» **Task brief**
Find and copy the lines in the records beneath this task that contain the word "with".

(Material provided Opens)

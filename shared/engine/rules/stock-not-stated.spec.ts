import { test } from 'vitest';
import { checkRule } from '../testing/check-rule';
import { stockNotStated } from './stock-not-stated';

const PROGRAM = 'G21 G90 G17 G54\nT1 M6\nS18000 M3\nG43 H1\nG0 X50 Y50 Z5\nG1 Z-5 F1000';

test('notes once that the stock is guessed from work zero', () => {
  checkRule(
    stockNotStated,
    { job: undefined },
    `
${PROGRAM}
^^^^^^^^^^^^ stock-not-stated (note): The job sheet states no stock, so everything under Z zero counts as stock here.
G1 X100
M30
`,
  );
});

test('notes that nothing is judged by the stock with zero on the board', () => {
  checkRule(
    stockNotStated,
    { job: { stock: undefined, zeroOn: 'board' } },
    `
${PROGRAM}
^^^^^^^^^^^^ stock-not-stated (note): The job sheet states no stock and Z zero is on the board, so whether the tip is in the stock is not judged.
M30
`,
  );
});

test('allows a job sheet with its stock, and a program that feeds nowhere', () => {
  checkRule(stockNotStated, {}, `\n${PROGRAM}\nM30\n`);
  checkRule(stockNotStated, { job: undefined }, '\nG21 G90\nG0 X10\nM30\n');
});
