import { defineRule } from './rule';

/** A probing move with the spindle turning. Common practice, no source. */
export const spindleOnAtProbe = defineRule({
  id: 'spindle-on-at-probe',
  group: 'spindle-and-feed',
  title: 'The spindle turns while probing',
  severity: 'stop',
  protects: 'The probe or the tool setter, and whoever stands near.',
  explanation:
    'A probe that turns tears its cable or its tip off, and a turning cutter ruins a setter. Whether the spindle has come to rest after M5 is not judged here.',
  examples: {
    bad: 'G21 G90 G54\nS9000 M3\nG38.2 Z-5 F100\nM30',
    good: 'G21 G90 G54\nM5\nG38.2 Z-5 F100\nM30',
  },
  word: () => ({
    message: 'The head probes here with the spindle turning.',
    advice: 'Write M5 and a dwell until the spindle is still before probing.',
  }),
  observe: (_shop, report) => ({
    quiet() {
      // A probe is never quiet.
    },
    motion(motion, state) {
      if (motion.kind !== 'probe' || state.turning === 'off') return;
      report.found({ cause: '', at: state.place({ letters: 'G' }), data: {} }, state);
    },
  }),
});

(Material provided Closes)

» **Answer to this task**
test('notes that nothing is judged by the stock with zero on the board', () => {
test('allows a job sheet with its stock, and a program that feeds nowhere', () => {
/** A probing move with the spindle turning. Common practice, no source. */
    message: 'The head probes here with the spindle turning.',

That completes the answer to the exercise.